*What to work on:* Tally the lines in the listing below that contain the string "with", and state only the total.

*Supplied entries:*
*** Begin section ***
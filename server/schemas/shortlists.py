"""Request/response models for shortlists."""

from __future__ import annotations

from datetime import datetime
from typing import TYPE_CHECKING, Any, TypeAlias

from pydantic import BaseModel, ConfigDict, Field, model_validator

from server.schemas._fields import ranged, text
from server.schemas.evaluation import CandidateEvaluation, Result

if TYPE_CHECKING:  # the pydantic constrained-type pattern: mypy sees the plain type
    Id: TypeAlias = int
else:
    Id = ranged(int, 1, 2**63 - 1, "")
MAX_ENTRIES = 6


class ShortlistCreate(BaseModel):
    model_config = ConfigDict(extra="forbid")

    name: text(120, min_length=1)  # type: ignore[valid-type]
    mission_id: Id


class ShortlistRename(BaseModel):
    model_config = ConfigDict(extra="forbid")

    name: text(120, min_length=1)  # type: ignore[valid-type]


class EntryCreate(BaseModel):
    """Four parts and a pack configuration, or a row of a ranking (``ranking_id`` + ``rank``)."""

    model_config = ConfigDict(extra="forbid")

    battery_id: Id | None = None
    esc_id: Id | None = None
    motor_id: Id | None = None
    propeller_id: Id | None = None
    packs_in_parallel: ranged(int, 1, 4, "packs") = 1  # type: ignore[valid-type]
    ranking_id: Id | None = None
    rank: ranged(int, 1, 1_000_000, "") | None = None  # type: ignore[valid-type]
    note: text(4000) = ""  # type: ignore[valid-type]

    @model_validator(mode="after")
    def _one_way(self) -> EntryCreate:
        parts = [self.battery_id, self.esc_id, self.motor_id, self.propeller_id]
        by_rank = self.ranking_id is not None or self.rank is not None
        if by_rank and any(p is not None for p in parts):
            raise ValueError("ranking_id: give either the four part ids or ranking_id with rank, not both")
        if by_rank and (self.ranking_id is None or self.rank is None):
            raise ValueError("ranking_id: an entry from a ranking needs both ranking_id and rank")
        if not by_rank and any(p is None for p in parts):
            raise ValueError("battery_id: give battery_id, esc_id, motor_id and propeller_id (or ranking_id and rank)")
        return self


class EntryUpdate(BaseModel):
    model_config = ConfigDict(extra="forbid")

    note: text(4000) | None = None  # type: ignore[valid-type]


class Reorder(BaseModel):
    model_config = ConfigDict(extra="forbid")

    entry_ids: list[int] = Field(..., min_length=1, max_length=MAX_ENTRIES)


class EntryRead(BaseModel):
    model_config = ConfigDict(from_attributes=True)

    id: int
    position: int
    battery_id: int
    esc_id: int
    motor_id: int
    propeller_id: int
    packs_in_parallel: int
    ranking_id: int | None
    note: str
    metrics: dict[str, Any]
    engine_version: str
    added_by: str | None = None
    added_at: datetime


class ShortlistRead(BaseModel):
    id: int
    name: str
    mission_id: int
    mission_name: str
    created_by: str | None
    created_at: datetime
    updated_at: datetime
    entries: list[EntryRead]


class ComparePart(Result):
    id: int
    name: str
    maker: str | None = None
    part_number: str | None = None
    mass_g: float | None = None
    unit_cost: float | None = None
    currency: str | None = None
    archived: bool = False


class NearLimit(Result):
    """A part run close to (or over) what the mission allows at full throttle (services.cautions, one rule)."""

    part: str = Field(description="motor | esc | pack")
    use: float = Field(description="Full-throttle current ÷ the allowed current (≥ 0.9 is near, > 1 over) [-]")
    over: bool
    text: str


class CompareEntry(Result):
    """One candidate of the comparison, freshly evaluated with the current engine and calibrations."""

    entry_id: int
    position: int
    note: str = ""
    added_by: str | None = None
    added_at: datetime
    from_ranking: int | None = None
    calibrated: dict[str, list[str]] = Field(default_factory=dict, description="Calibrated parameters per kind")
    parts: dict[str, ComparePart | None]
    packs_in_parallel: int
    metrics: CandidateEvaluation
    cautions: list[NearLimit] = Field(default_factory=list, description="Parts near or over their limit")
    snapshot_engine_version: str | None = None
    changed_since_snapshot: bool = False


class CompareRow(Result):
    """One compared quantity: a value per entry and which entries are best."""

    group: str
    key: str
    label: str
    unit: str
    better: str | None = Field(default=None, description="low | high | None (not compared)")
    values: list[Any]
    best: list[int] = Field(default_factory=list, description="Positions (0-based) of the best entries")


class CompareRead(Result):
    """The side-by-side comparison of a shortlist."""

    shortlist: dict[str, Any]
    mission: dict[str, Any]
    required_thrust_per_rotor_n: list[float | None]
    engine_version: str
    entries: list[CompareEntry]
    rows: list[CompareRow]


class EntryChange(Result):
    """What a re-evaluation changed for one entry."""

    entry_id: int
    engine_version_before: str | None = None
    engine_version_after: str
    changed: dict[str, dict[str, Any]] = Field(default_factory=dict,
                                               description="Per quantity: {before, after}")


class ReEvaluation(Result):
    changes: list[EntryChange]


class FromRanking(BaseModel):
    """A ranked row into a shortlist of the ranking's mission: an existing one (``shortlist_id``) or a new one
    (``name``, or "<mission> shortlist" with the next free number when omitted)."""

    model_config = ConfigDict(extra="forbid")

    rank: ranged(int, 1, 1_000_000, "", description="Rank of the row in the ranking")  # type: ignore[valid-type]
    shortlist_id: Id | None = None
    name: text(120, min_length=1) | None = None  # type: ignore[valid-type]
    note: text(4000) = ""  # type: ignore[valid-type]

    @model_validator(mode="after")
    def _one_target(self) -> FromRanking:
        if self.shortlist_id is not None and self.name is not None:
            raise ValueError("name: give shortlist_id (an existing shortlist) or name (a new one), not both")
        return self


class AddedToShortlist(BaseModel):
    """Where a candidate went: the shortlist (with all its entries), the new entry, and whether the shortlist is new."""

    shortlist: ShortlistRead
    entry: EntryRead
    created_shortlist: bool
*** End section ***
*Solution for this task:* 4